(Beginning of Listed records)
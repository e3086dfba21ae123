package org.specimenledger.reliability;

import java.io.IOException;
import java.net.CookieManager;
import java.net.CookiePolicy;
import java.net.URI;
import java.net.URLEncoder;
import java.net.http.HttpClient;
import java.net.http.HttpHeaders;
import java.net.http.HttpRequest;
import java.net.http.HttpResponse;
import java.nio.charset.StandardCharsets;
import java.time.Duration;
import java.util.regex.Matcher;
import java.util.regex.Pattern;

/**
 * A person signed in to the pages through the sign-in form (session cookie kept, redirects not followed), for
 * reading pages the way a browser receives them: status, headers and the HTML as sent.
 */
final class PageVisitor {

    private static final Pattern TOKEN = Pattern.compile("<meta name=\"csrf-token\" content=\"([^\"]+)\"");

    /** One page as received. */
    record Page(String path, int status, HttpHeaders headers, String html) {

        String header(String name) {
            return headers.firstValue(name).orElse(null);
        }

        @Override
        public String toString() {
            return path + " (" + status + ")";
        }
    }

    private final String base;
    private final HttpClient http;
    private final java.util.concurrent.atomic.AtomicInteger reads = new java.util.concurrent.atomic.AtomicInteger();

    private PageVisitor(String base) {
        this.base = base;
        this.http = HttpClient.newBuilder().cookieHandler(new CookieManager(null, CookiePolicy.ACCEPT_ALL))
                .followRedirects(HttpClient.Redirect.NEVER).connectTimeout(Duration.ofSeconds(10)).build();
    }

    /** Signs in through the form as {@code username}; fails unless the service redirects away from the form. */
    static PageVisitor signedIn(String base, String username, String password) {
        PageVisitor v = new PageVisitor(base);
        Matcher m = TOKEN.matcher(v.get("/sign-in").html());
        if (!m.find()) {
            throw new IllegalStateException("no CSRF token on the sign-in page");
        }
        String form = "username=" + enc(username) + "&password=" + enc(password) + "&_csrf=" + enc(m.group(1));
        HttpResponse<String> r = v.send(HttpRequest.newBuilder(URI.create(base + "/sign-in"))
                .header("Content-Type", "application/x-www-form-urlencoded")
                .POST(HttpRequest.BodyPublishers.ofString(form)).build());
        String location = r.headers().firstValue("Location").orElse("");
        if (r.statusCode() != 302 || location.contains("failed")) {
            throw new IllegalStateException("sign-in of " + username + " failed: " + r.statusCode() + " " + location);
        }
        return v;
    }

    /** How many pages this visitor has read (the sign-in form included). */
    int reads() {
        return reads.get();
    }

    Page get(String pathAndQuery) {
        reads.incrementAndGet();
        HttpResponse<String> r = send(HttpRequest.newBuilder(URI.create(base + pathAndQuery))
                .timeout(Duration.ofSeconds(60)).GET().build());
        return new Page(pathAndQuery, r.statusCode(), r.headers(), r.body());
    }

    static String enc(String s) {
        return URLEncoder.encode(s, StandardCharsets.UTF_8);
    }

    private HttpResponse<String> send(HttpRequest request) {
        try {
            return http.send(request, HttpResponse.BodyHandlers.ofString(StandardCharsets.UTF_8));
        } catch (IOException e) {
            throw new IllegalStateException(request.method() + " " + request.uri() + " failed: " + e, e);
        } catch (InterruptedException e) {
            Thread.currentThread().interrupt();
            throw new IllegalStateException(e);
        }
    }
}
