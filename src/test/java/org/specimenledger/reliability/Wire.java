package org.specimenledger.reliability;

import java.io.IOException;
import java.net.URI;
import java.net.http.HttpClient;
import java.net.http.HttpHeaders;
import java.net.http.HttpRequest;
import java.net.http.HttpResponse;
import java.nio.charset.StandardCharsets;
import java.time.Duration;
import java.util.Base64;
import tools.jackson.databind.JsonNode;
import tools.jackson.databind.json.JsonMapper;

/** Raw HTTP for the reliability suite: any method, any bytes, any content type; the answer with its headers. */
final class Wire {

    static final JsonMapper JSON = JsonMapper.builder().build();
    // HTTP/1.1 as the service speaks it: the client's default would offer an h2c upgrade on every new connection
    private static final HttpClient HTTP = HttpClient.newBuilder().version(HttpClient.Version.HTTP_1_1)
            .connectTimeout(Duration.ofSeconds(10)).build();

    private final String base;
    private final String authorization;

    Wire(String base, String username, String password) {
        this.base = base;
        this.authorization = username == null ? null : "Basic " + Base64.getEncoder()
                .encodeToString((username + ":" + password).getBytes(StandardCharsets.UTF_8));
    }

    /** One answer: status, headers and the body as text. */
    record Answer(int status, HttpHeaders headers, String body) {

        String contentType() {
            return headers.firstValue("Content-Type").orElse("");
        }

        JsonNode json() {
            return body == null || body.isBlank() ? null : JSON.readTree(body);
        }

        @Override
        public String toString() {
            return status + " " + (body.length() > 400 ? body.substring(0, 400) + "…" : body);
        }
    }

    Answer send(String method, String pathAndQuery, String contentType, byte[] body, String... headers) {
        HttpRequest.Builder b = HttpRequest.newBuilder(URI.create(base + pathAndQuery)).timeout(Duration.ofSeconds(60));
        if (authorization != null) {
            b.header("Authorization", authorization);
        }
        if (contentType != null) {
            b.header("Content-Type", contentType);
        }
        for (int i = 0; i + 1 < headers.length; i += 2) {
            b.header(headers[i], headers[i + 1]);
        }
        b.method(method, body == null ? HttpRequest.BodyPublishers.noBody() : HttpRequest.BodyPublishers.ofByteArray(body));
        try {
            HttpResponse<String> r;
            try {
                r = HTTP.send(b.build(), HttpResponse.BodyHandlers.ofString(StandardCharsets.UTF_8));
            } catch (IOException e) {
                // The server closes a connection after refusing an oversized request line; a POST or PUT sent on that
                // pooled connection before the close was seen gets no bytes at all (the client retries only GETs by
                // itself). Such a request never reached the service, so sending it once more on a new connection is
                // the same request, not a second one.
                if (e.getMessage() == null || !e.getMessage().contains("received no bytes")) {
                    throw e;
                }
                r = HTTP.send(b.build(), HttpResponse.BodyHandlers.ofString(StandardCharsets.UTF_8));
            }
            return new Answer(r.statusCode(), r.headers(), r.body());
        } catch (IOException e) {
            throw new IllegalStateException(method + " " + pathAndQuery + " failed: " + e, e);
        } catch (InterruptedException e) {
            Thread.currentThread().interrupt();
            throw new IllegalStateException(e);
        }
    }

    Answer json(String method, String pathAndQuery, String json) {
        return send(method, pathAndQuery, "application/json", json.getBytes(StandardCharsets.UTF_8));
    }

    Answer get(String pathAndQuery) {
        return send("GET", pathAndQuery, null, null);
    }

    /** The body of a GET as bytes (a PDF, say); {@code null} unless the status is 200. */
    byte[] bytes(String pathAndQuery) {
        HttpRequest.Builder b = HttpRequest.newBuilder(URI.create(base + pathAndQuery)).timeout(Duration.ofSeconds(60));
        if (authorization != null) {
            b.header("Authorization", authorization);
        }
        try {
            HttpResponse<byte[]> r = HTTP.send(b.GET().build(), HttpResponse.BodyHandlers.ofByteArray());
            return r.statusCode() == 200 ? r.body() : null;
        } catch (IOException e) {
            throw new IllegalStateException("GET " + pathAndQuery + " failed: " + e, e);
        } catch (InterruptedException e) {
            Thread.currentThread().interrupt();
            throw new IllegalStateException(e);
        }
    }
}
(End of Listed records)
What the task asks
In the listing above, find the line with "filename src/test/java/org/specimenledger/reliability/Wire.java" and the line with "static final JsonMapper"; set down exactly those two lines and every line between them, nothing more.

Solution below
filename src/test/java/org/specimenledger/reliability/Wire.java
package org.specimenledger.reliability;

import java.io.IOException;
import java.net.URI;
import java.net.http.HttpClient;
import java.net.http.HttpHeaders;
import java.net.http.HttpRequest;
import java.net.http.HttpResponse;
import java.nio.charset.StandardCharsets;
import java.time.Duration;
import java.util.Base64;
import tools.jackson.databind.JsonNode;
import tools.jackson.databind.json.JsonMapper;

/** Raw HTTP for the reliability suite: any method, any bytes, any content type; the answer with its headers. */
final class Wire {

    static final JsonMapper JSON = JsonMapper.builder().build();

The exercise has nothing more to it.